In the parlance of AI, this is called synthetic data, or “data applicable to a given situation that is not obtained by direct measurement,” if you want to get technical. Or less technically: AIs are producing fake data so other AIs can learn about the real world at a speedier pace.

One example is Task2Sim, an AI model built by the MIT-IBM Watson AI Lab that creates synthetic data for training classifiers. Rather than teaching the classifier to recognize one object at a time, the model creates images that can be used to teach multiple tasks. The scalability of this type of model makes collecting data less time consuming and less expensive for data hungry businesses.

Adding to this, Rogerio Feris, an IBM researcher who co-authored the paper on Task2Sim said,

The beauty of synthetic images is that you can control their parameters — the background, lighting, and the way objects are posed.

Thanks to all of the concerns listed above, the production of all kinds of synthetic data has ballooned over the past few years, with dozens of startups in the field blooming and picking up hundreds of millions of dollars in investment.

The synthetic data generated ranges from ‘human data’ like health or financial records to synthesized pictures of a diverse range of human faces — to more abstract data sets like genomic data, that mimic the structure of DNA.

How to make really fake data

There are a couple of ways this synthetic data generation happens, the most common and well established of which is called GAN or generative adversarial networks.

In a GAN, two AIs are pitted against each other. One AI produces a synthetic data set, while the other tries to establish if the generated data is genuine. The feedback from the latter loops back into the former ‘training’ it to become more accurate in producing convincing fake data. You’ve probably seen one of the many this-X-does-not-exist websites — ranging from people to cats to buildings — which generate their images based on GANs.

Synthetic data can give smaller players the opportunity to turn the tables.

Lately, more methods for producing synthetic data have been gaining ground. The first are known as diffusion models, in which AIs are trained to reconstruct certain types of data while more and more noise — data that gradually corrupts the training data — is added to the real world data.
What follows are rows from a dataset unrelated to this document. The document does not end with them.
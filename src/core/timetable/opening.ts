/**
 * When a part opens for one student. A teacher chooses one of four rules for each part; the answer depends only on
 * when the seat started, what was said of the student's photos, and the time now.
 */
import { DateTime, IANAZone } from 'luxon';

export type OpeningRule =
  | { readonly rule: 'at-once' }
  /** `wall` is the teacher's own clock, `YYYY-MM-DDTHH:mm`, in the IANA zone `zone`. */
  | { readonly rule: 'on-date'; readonly wall: string; readonly zone: string }
  | { readonly rule: 'after-seat'; readonly days: number }
  /** `lesson` is the public id of an earlier part with a checkpoint. */
  | { readonly rule: 'after-verdict'; readonly lesson: string };

export interface SeatFacts {
  readonly seatStartedAt: Date;
  /** Public ids of the lessons whose checkpoint has the verdict *weave on*. */
  readonly wovenOn: ReadonlySet<string>;
  readonly now: Date;
}

export type Standing =
  | { readonly open: true }
  | { readonly open: false; readonly until: 'date'; readonly opensAt: Date }
  | { readonly open: false; readonly until: 'verdict'; readonly lesson: string };

const DAY_MS = 86_400_000;

/**
 * The instant of a wall-clock time in a zone. A time that a change of clocks skips counts as the next valid minute,
 * one that comes twice as the first of the two.
 * @returns null when the wall time or the zone is not one.
 */
export function instantOfWall(wall: string, zone: string): Date | null {
  if (!/^\d{4}-\d{2}-\d{2}T\d{2}:\d{2}$/.test(wall) || !IANAZone.isValidZone(zone)) return null;
  const asked = DateTime.fromISO(wall, { zone });
  if (!asked.isValid) return null;
  if (asked.toFormat("yyyy-MM-dd'T'HH:mm") !== wall) {
    // The clock jumped over the asked time: the first minute that exists is the jump itself.
    const before = DateTime.fromISO(wall, { zone: 'UTC' }).minus({ minutes: asked.minus({ hours: 3 }).offset }).toUTC();
    const jump = firstOffsetChange(before.minus({ hours: 3 }), zone);
    return jump ?? asked.toJSDate();
  }
  const earlier = asked.minus({ hours: 1 });
  return earlier.toFormat("yyyy-MM-dd'T'HH:mm") === wall ? earlier.toJSDate() : asked.toJSDate();
}

/** The first instant after `from`, within six hours, at which the zone's offset differs; by bisection to the minute. */
function firstOffsetChange(from: DateTime, zone: string): Date | null {
  const offsetAt = (minutes: number): number => from.plus({ minutes }).setZone(zone).offset;
  let low = 0;
  let high = 360;
  if (offsetAt(low) === offsetAt(high)) return null;
  while (high - low > 1) {
    const middle = Math.floor((low + high) / 2);
    if (offsetAt(middle) === offsetAt(low)) low = middle;
    else high = middle;
  }
  return from.plus({ minutes: high }).toJSDate();
}

/** Whether a part with `rule` is open to the student of `facts`, and if not, what it waits for. */
export function standingOf(rule: OpeningRule, facts: SeatFacts): Standing {
  switch (rule.rule) {
    case 'at-once':
      return { open: true };
    case 'on-date': {
      const opensAt = instantOfWall(rule.wall, rule.zone);
      return opensAt === null || opensAt <= facts.now ? { open: true } : { open: false, until: 'date', opensAt };
    }
    case 'after-seat': {
      const opensAt = new Date(facts.seatStartedAt.getTime() + rule.days * DAY_MS);
      return opensAt <= facts.now ? { open: true } : { open: false, until: 'date', opensAt };
    }
    case 'after-verdict':
      return facts.wovenOn.has(rule.lesson) ? { open: true } : { open: false, until: 'verdict', lesson: rule.lesson };
  }
}
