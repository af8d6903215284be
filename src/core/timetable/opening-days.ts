/**
 * The days on which the parts of a series open to one seat, real or imagined: what a student's calendar shows, and what
 * a teacher sees who asks what somebody meets that starts on a day of her choice.
 */
import { awaitedPart, openingMoment, type OpeningRule } from '#core/timetable/opening.ts';

const DAY_MS = 86_400_000;

export interface PartToOpen {
  readonly publicId: string;
  readonly number: number;
  readonly title: string;
  readonly opens: OpeningRule;
  readonly isPreview: boolean;
  readonly asksForPhoto: boolean;
}

export type OpeningDay = PartToOpen & (
  /** Open from the first minute of the seat, or to everybody. */
  | { readonly when: 'from-the-start' }
  | { readonly when: 'at'; readonly at: Date }
  /**
   * When the photo of part `after` has the verdict *weave on*. `earliest`: if the photo is shown on the day that part
   * opens, and answered in the time the teacher promises; null where nobody can say.
   */
  | { readonly when: 'verdict'; readonly after: number | null; readonly earliest: Date | null }
  /** When part `after` is done. `earliest`: if that is the day on which it opens, with the answer to its photo where it asks for one. */
  | { readonly when: 'part'; readonly after: number | null; readonly earliest: Date | null }
);

export interface SeatInTime {
  readonly seatStartedAt: Date;
  /** By public id of a lesson, when its photo had the verdict *weave on*. */
  readonly wovenOnAt: ReadonlyMap<string, Date>;
  /** By public id of a lesson, when it was done. */
  readonly doneAt: ReadonlyMap<string, Date>;
  /** Days in which the teacher promises an answer. */
  readonly answerDays: number;
  /** A photo not shown yet is shown no earlier. */
  readonly now: Date;
}

/** In the order of `parts`, which are the parts that are in, in theirs. */
export function openingDays(parts: readonly PartToOpen[], seat: SeatInTime): OpeningDay[] {
  const days: OpeningDay[] = [];
  for (const part of parts) days.push(dayOf(part, days, seat));
  return days;
}

function dayOf(part: PartToOpen, earlier: readonly OpeningDay[], seat: SeatInTime): OpeningDay {
  if (part.isPreview) return { ...part, when: 'from-the-start' };
  const at = openingMoment(part.opens, seat);
  if (at !== null) return at <= seat.seatStartedAt ? { ...part, when: 'from-the-start' } : { ...part, when: 'at', at };
  // Only an earlier part can be waited for; of another nobody can say when.
  const awaited = earlier.find(({ publicId }) => publicId === awaitedPart(part.opens));
  const shown = awaited === undefined ? null : earliestOf(awaited, seat);
  const when = part.opens.rule === 'after-part' ? 'part' : 'verdict';
  const answer = when === 'verdict' || awaited?.asksForPhoto === true ? seat.answerDays * DAY_MS : 0;
  const earliest = shown === null ? null : new Date(Math.max(shown.getTime(), seat.now.getTime()) + answer);
  return { ...part, when, after: awaited?.number ?? null, earliest };
}

/** The first moment at which a part can be open; null where nobody can say. */
export function earliestOf(day: OpeningDay, { seatStartedAt }: Pick<SeatInTime, 'seatStartedAt'>): Date | null {
  if (day.when === 'at') return day.at;
  return day.when === 'from-the-start' ? seatStartedAt : day.earliest;
}
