import { describe, expect, it } from 'vitest';
import { layChart, rowPx } from '#components/ui/lay-chart.ts';

const lines = (path: string) => path.split('M').length - 1;

describe('a chart built of rows', () => {
  it('draws one row for one seat while they fit', () => {
    const chart = layChart([9, 24, 0], 1);
    expect(chart.row).toBe(1);
    expect(chart.columns.map(({ heightPx }) => heightPx / rowPx)).toEqual([9, 24, 0]);
    expect(lines(chart.columns[0]?.gaps ?? '')).toBe(8);
  });

  it('lets one row stand for more when the columns would grow too high, in steps people count by', () => {
    expect(layChart([100], 1).row).toBe(5);
    expect(layChart([200_00], 10_00).row).toBe(10_00);
    expect(layChart([700_00], 10_00).row).toBe(50_00);
  });

  it('shows that there was something, however little', () => {
    expect(layChart([1, 1000], 1).columns[0]?.heightPx).toBeGreaterThan(0);
    expect(layChart([0, 1000], 1).columns[0]?.heightPx).toBe(0);
  });

  it('keeps every gap between rows inside its column', () => {
    for (const { heightPx, gaps } of layChart([3, 5.5, 28, 0.2], 1).columns) {
      for (const [, y] of gaps.matchAll(/M0 (-?[\d.]+)/g)) {
        expect(Number(y)).toBeGreaterThanOrEqual(0);
        expect(Number(y)).toBeLessThan(heightPx);
      }
    }
  });

  it('can be empty', () => {
    expect(layChart([], 1).columns).toEqual([]);
  });

  it('does not take a row that stands for nothing', () => {
    expect(() => layChart([1], 0)).toThrow(RangeError);
  });
});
Eventually, the AI can be fed random data, which it works back into a format that it was originally trained on.

Fake data is like real data without, well, the realness

Synthetic data, however it is produced, offers a number of very concrete advantages over using real world data. First of all, it’s easier to collect way more of it, because you don’t have to rely on humans creating it. Second, the synthetic data comes perfectly labeled, so there’s no need to rely on labor intensive data centers to (sometimes incorrectly) label data. Third, it can protect privacy and copyright, as the data is, well, synthetic. And finally, and perhaps most importantly, it can reduce biased outcomes.

With AI playing an increasingly larger role in technology and society, expectations around synthetic data are pretty optimistic. Gartner has famously estimated that 60% of training data will be synthetic data by 2024. Market analyst Cognilytica valued the market of synthetic data generation at $110 million in 2021, and growing to $1.15 billion by 2027.

Data has been called the most valuable commodity in the digital age. Big tech has sat on mountains of user data that gave it an advantage over smaller contenders in the AI space. Synthetic data can give smaller players the opportunity to turn the tables.

As you might suspect, the big question regarding synthetic data is around the so-called fidelity — or how closely it matches real-world data. The jury is still out on this, but research seems to show that combining synthetic data with real data gives statistically sound results. This year, researchers from MIT and the MIT-IBM AI Watson Lab showed that an image classifier that was pretrained on synthetic data in combination with real data, performed as well as an image classifier trained exclusively on real data.

All in all, synthetic and real world stop lights appear to be green for the near-future dominance of synthetic data in training privacy-friendly and safer AI models, and with that, a possible future of smarter AIs for us is just over the horizon.